Display device and driving method thereof   

Abstract: A gate-off voltage generator provides a gate-off voltage to a gate line of a display panel. The gate-off voltage generator includes a transistor having a base terminal, a collector terminal, and an emitter terminal, the emitter terminal configured to output the gate-off voltage to the gate line. A controller is connected to the base terminal. A feedback circuit is connected between the gate line and the controller, the feedback circuit configured to provide to the controller a feedback voltage based upon the gate-off voltage outputted from the emitter terminal. The gate-off voltage from the emitter terminal is compared with a desired gate-off voltage in the controller and the voltage at the base terminal is controlled by the controller to provide the desired gate-off voltage to gate line.

This application claims priority to and the benefit of Korean Patent Application No. 10-2010-0100347 filed in the Korean Intellectual Property Office on Oct. 14, 2010, the entire contents of which are incorporated by reference herein.

BACKGROUND OF THE INVENTION

(a) Technical Field

The present disclosure relates to a display device and a driving method thereof.

(b) Discussion of Related Art

Liquid crystal display panels are one type of flat panel displays that are being used widely, and typically include two display panels that have a field generating electrode, such as a pixel electrode, a common electrode, and a liquid crystal layer interposed therebetween.
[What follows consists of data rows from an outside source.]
def test_a_scan_upload_is_checked_against_its_kind_and_limit(world, engineer):
    base = {
        "revision": world["revisions"].pk,
        "emission_kind": "radiated",
        "limit_id": "cispr32-b-rad-10m",
        "measured_on": "2026-11-03",
    }
    client = as_user(engineer)

    def post(**change):
        return client.post(
            "/api/scans/",
            {**base, "file": upload("s.csv", receiver_csv([(75e6, 36.0)])), **change},
            format="multipart",
        )

    assert post(mains_line="L1").json() == {
        "mains_line": ["A radiated scan has no mains line; that is for conducted scans."]
    }
    assert post(limit_id="cispr32-b-cond-qp").json() == {
        "limit_id": ["cispr32-b-cond-qp is a conducted limit; this scan is radiated."]
    }
    assert "limit_id" in post(limit_id="cispr99").json()
    assert post(distance_m="0").json() == {
        "distance_m": ["The antenna distance must be above 0 m."]
    }
    made = post(distance_m="3", opens_case_titled="Radiated fail, rev A")
    assert made.status_code == 201, made.content
    assert (made.json()["status"], made.json()["product"]) == ("queued", world["products"].pk)
    assert as_user(world["scans"].uploaded_by).get(made.json()["envelope_url"]).status_code == 409


def test_a_scan_upload_of_an_outsider_or_viewer_is_refused(world, viewer, outsider):
    data = {
        "revision": world["revisions"].pk,
        "emission_kind": "radiated",
        "limit_id": "cispr32-b-rad-10m",
        "measured_on": "2026-11-03",
        "file": upload("s.csv", b"1,2\n"),
    }
    assert as_user(viewer).post("/api/scans/", data, format="multipart").status_code == 403
    data["file"] = upload("s.csv", b"1,2\n")
    refused = as_user(outsider).post("/api/scans/", data, format="multipart")
    assert refused.status_code == 400 and "revision" in refused.json()


# ----------------------------------------------------------------- products, sources, countermeasures, verifications


def test_revisions_show_their_known_sources_and_can_copy_them(world, engineer):
    client = as_user(engineer)
    rev_a = world["revisions"]
    made = client.post(
        "/api/revisions/",
        {"product": rev_a.product_id, "hardware_label": "B", "copy_sources_from": rev_a.pk},
        format="json",
    )
    assert made.status_code == 201
    assert [(src["name"], src["nominal_frequency_hz"]) for src in made.json()["sources"]] == [
        ("PHY clock", 25e6)
    ]
    again = client.post(
        "/api/revisions/", {"product": rev_a.product_id, "hardware_label": "B"}, format="json"
    )
    assert (
        again.status_code == 400 and "already has revision 'B'" in again.json()["hardware_label"][0]
    )


def test_sources_are_added_changed_and_removed(world, engineer):
    client = as_user(engineer)
    rev = world["revisions"]
    made = client.post(
        "/api/sources/",
        {
            "revision": rev.pk,
            "name": "Buck U7",
            "kind": "switching",
            "nominal_frequency_hz": 2.2e6,
            "tolerance_hz": 2e4,
        },
        format="json",
    )
    assert made.status_code == 201
    pk = made.json()["id"]
    assert (
        client.patch(f"/api/sources/{pk}/", {"tolerance_hz": 5e4}, format="json").json()[
            "tolerance_hz"
        ]
        == 5e4
    )
    assert client.patch(f"/api/sources/{pk}/", {"name": "PHY clock"}, format="json").json() == {
        "name": ["This revision already has a source named 'PHY clock'."]
    }
    assert client.patch(
        f"/api/sources/{pk}/", {"nominal_frequency_hz": 0}, format="json"
    ).json() == {"nominal_frequency_hz": ["A source's frequency must be above 0 Hz."]}
    assert client.delete(f"/api/sources/{pk}/").status_code == 204
    assert not m.EmissionSource.objects.filter(pk=pk).exists()


def test_a_product_name_is_unique_in_its_team(world, engineer):
    response = as_user(engineer).post(
        "/api/products/", {"team": world["teams"].pk, "name": "Test controller"}, format="json"
    )
    assert response.status_code == 400
    assert response.json() == {
        "name": ["Test bench already has a product named 'Test controller'."]
    }


def test_failing_frequencies_are_added_and_edited_with_clear_refusals(world, engineer):
    client = as_user(engineer)
    case = world["cases"]
    refused = client.post(
        "/api/failing-frequencies/",
        {"case": case.pk, "frequency_hz": -1, "level": 1, "limit_level": 0},
        format="json",
    )
    assert refused.json() == {"frequency_hz": ["A frequency must be above 0 Hz."]}
    ff = world["failing-frequencies"]
    edited = client.patch(
        f"/api/failing-frequencies/{ff.pk}/", {"level": 31.0}, format="json"
    ).json()
    assert (edited["level"], edited["margin_db"]) == (31.0, pytest.approx(-1.0))
    assert client.patch(
        f"/api/failing-frequencies/{ff.pk}/", {"level": "high"}, format="json"
    ).json() == {"level": ["A valid number is required."]}


def test_a_countermeasure_goes_on_trial_and_is_rejected(world, engineer):
    client = as_user(engineer)
    cm = world["countermeasures"]
    assert client.post(f"/api/countermeasures/{cm.pk}/trial/").json()["status"] == "trial"
    assert client.get(f"/api/cases/{cm.case_id}/").json()["stage"] == "trial"
    assert client.post(f"/api/countermeasures/{cm.pk}/trial/").json() == {
        "non_field_errors": ["A countermeasure that is on trial cannot go on trial."]
    }
    assert (
        client.post(
            f"/api/countermeasures/{cm.pk}/reject/", {"reason": "no change"}, format="json"
        ).json()["status"]
        == "rejected"
    )


def test_a_verification_shows_the_change_and_new_margin(world, engineer):
    v = as_user(engineer).get(f"/api/verifications/{world['verifications'].pk}/").json()
    [result] = v["results"]
    # 36 dBµV/m before, 24 after, limit 30: 12 dB quieter, 6 dB of margin.
    assert (result["change_db"], result["new_margin_db"]) == (
        pytest.approx(-12.0),
        pytest.approx(6.0),
    )
    assert v["case"] == world["cases"].pk


def test_a_verification_by_hand_refuses_frequencies_of_other_cases(world, engineer, product):
    other = case_svc.case_open(product=product, title="Other", by=engineer)
    stranger = m.FailingFrequency.objects.create(
        case=other, frequency_hz=1e8, level=1, limit_level=2
    )
    response = as_user(engineer).post(
        "/api/verifications/",
        {
            "countermeasure": world["countermeasures"].pk,
            "levels_after": [{"failing_frequency": stranger.pk, "level_after": 1.0}],
        },
        format="json",
    )
    assert response.status_code == 400
    assert response.json() == {
        "levels_after": [f"Not failing frequencies of this case: [{stranger.pk}]"]
    }


def test_an_after_scan_becomes_a_verification(world, engineer):
    response = as_user(engineer).post(
        "/api/verifications/after-scan/",
        {
            "countermeasure": world["countermeasures"].pk,
            "emission_kind": "radiated",
            "limit_id": "cispr32-b-rad-10m",
            "measured_on": "2026-11-20",
            "file": upload("after.csv", receiver_csv([(75e6, 24.0)])),
        },
        format="multipart",
    )
    assert response.status_code == 201, response.content
    scan = m.Scan.objects.get(pk=response.json()["after_scan"])
    assert scan.case_id == world["cases"].pk and scan.revision_id == world["revisions"].pk


def test_teams_show_the_users_role_and_limits_are_listed(world, viewer, engineer):
    [team] = as_user(viewer).get("/api/teams/").json()["results"]
    assert (team["name"], team["role"]) == ("Test bench", "viewer")
    limits = {row["id"]: row for row in as_user(engineer).get("/api/limits/").json()}
    # CISPR 32 Table A.4 via DOMAIN.md: class B radiated at 10 m, quasi-peak.
    assert limits["cispr32-b-rad-10m"]["kind"] == "radiated"
    assert limits["cispr32-b-rad-10m"]["distance_m"] == 10.0


def _add_one(world, engineer, resource: str, n: int) -> None:
    """One more row of ``resource`` in the team, made the way the app makes it."""
    case, revision, ff = world["cases"], world["revisions"], world["failing-frequencies"]
    if resource == "cases":
        case_svc.case_open(product=case.product, title=f"more {n}", by=engineer)
    elif resource == "captures":
        capture_upload(
            case=case,
            file=upload(f"{n}.csv", b"1,2\n"),
            by=engineer,
            probe_kind="h_field",
            tip="t",
            location="U1",
        )
    elif resource == "countermeasures":
        cm_svc.countermeasure_propose(
            case=case, by=engineer, kind="other", description=f"more {n}", revision=revision
        )
    elif resource == "verifications":
        cm_svc.verification_record_levels(
            countermeasure=world["countermeasures"], by=engineer, levels_after={ff.pk: 20.0 + n}
        )
    elif resource == "scans":
        scan_upload(
            revision=revision,
            file=upload(f"{n}.csv", b"1,2\n"),
            by=engineer,
            emission_kind="conducted",
            limit_id="cispr32-b-cond-qp",
            measured_on=dt.date(2026, 11, 4),
        )
    elif resource == "failing-frequencies":
        m.FailingFrequency.objects.create(case=case, frequency_hz=1e8 + n, level=1, limit_level=2)
    elif resource == "sources":
        m.EmissionSource.objects.create(
            revision=revision, name=f"s{n}", nominal_frequency_hz=1e6, tolerance_hz=1
        )
    elif resource == "revisions":
        m.Revision.objects.create(product=revision.product, hardware_label=f"R{n}")
    elif resource == "products":
        m.Product.objects.create(team=case.product.team, name=f"P{n}")
    elif resource == "teams":
        team = m.Team.objects.create(name=f"Team {n}", slug=f"team-{n}")
        m.Membership.objects.create(team=team, user=engineer, role="viewer")


@pytest.mark.parametrize("resource", RESOURCES)
def test_a_list_costs_the_same_queries_for_one_row_or_many(world, engineer, resource):
    client = as_user(engineer)
    with CaptureQueriesContext(connection) as one:
        client.get(f"/api/{resource}/")
    for n in range(3):
        _add_one(world, engineer, resource, n)
    with CaptureQueriesContext(connection) as many:
        response = client.get(f"/api/{resource}/")
    assert response.json()["count"] >= 4
    assert len(many) == len(one), [q["sql"] for q in many.captured_queries]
The liquid crystal display supplies voltage to the field generating electrode, and then forms an electric field on the liquid crystal layer, thereby determining the direction of liquid crystal molecules on the liquid crystal layer and displaying an image by controlling the polarization of incident light. In addition to the liquid crystal display, the flat panel display panel include an organic light emitting diode (OLED) display, a plasma display panel (PDP), an electrophoretic display device, and the like.

The display device typically includes a display panel having pixels that include switching elements and display signal lines such as gate lines and data lines, a gate driver that turns on/off the switching element of the pixel by transmitting gate signals to the gate lines, a data driver that supplies data voltage to the data lines, a signal controller that controls the gate driver and the data driver.

The gate signal that is supplied to the gate line by the gate driver which is configured such that a gate-on voltage Von turns on the switching element of the pixel and a gate-off voltage Voff turns off the switching element of the pixel.

The gate driver and the data driver may be mounted in the display device in a type of IC chip, attached on the display device in a type of tape carrier package (TCP) by being mounted on a flexible printed circuit film, or mounted on a printed circuit board. Particularly, the gate driver may be integrated in the display panel by the same process that is used for the display signal line, the switching element, and the like.

When integrating the gate driver in the display panel, a lower voltage than the gate-off voltage Voff is needed to supply the gate-off voltage Voff to the gate line. Hereinafter, such voltage lower than the gate-off voltage Voff is called a second gate-off voltage Voffe.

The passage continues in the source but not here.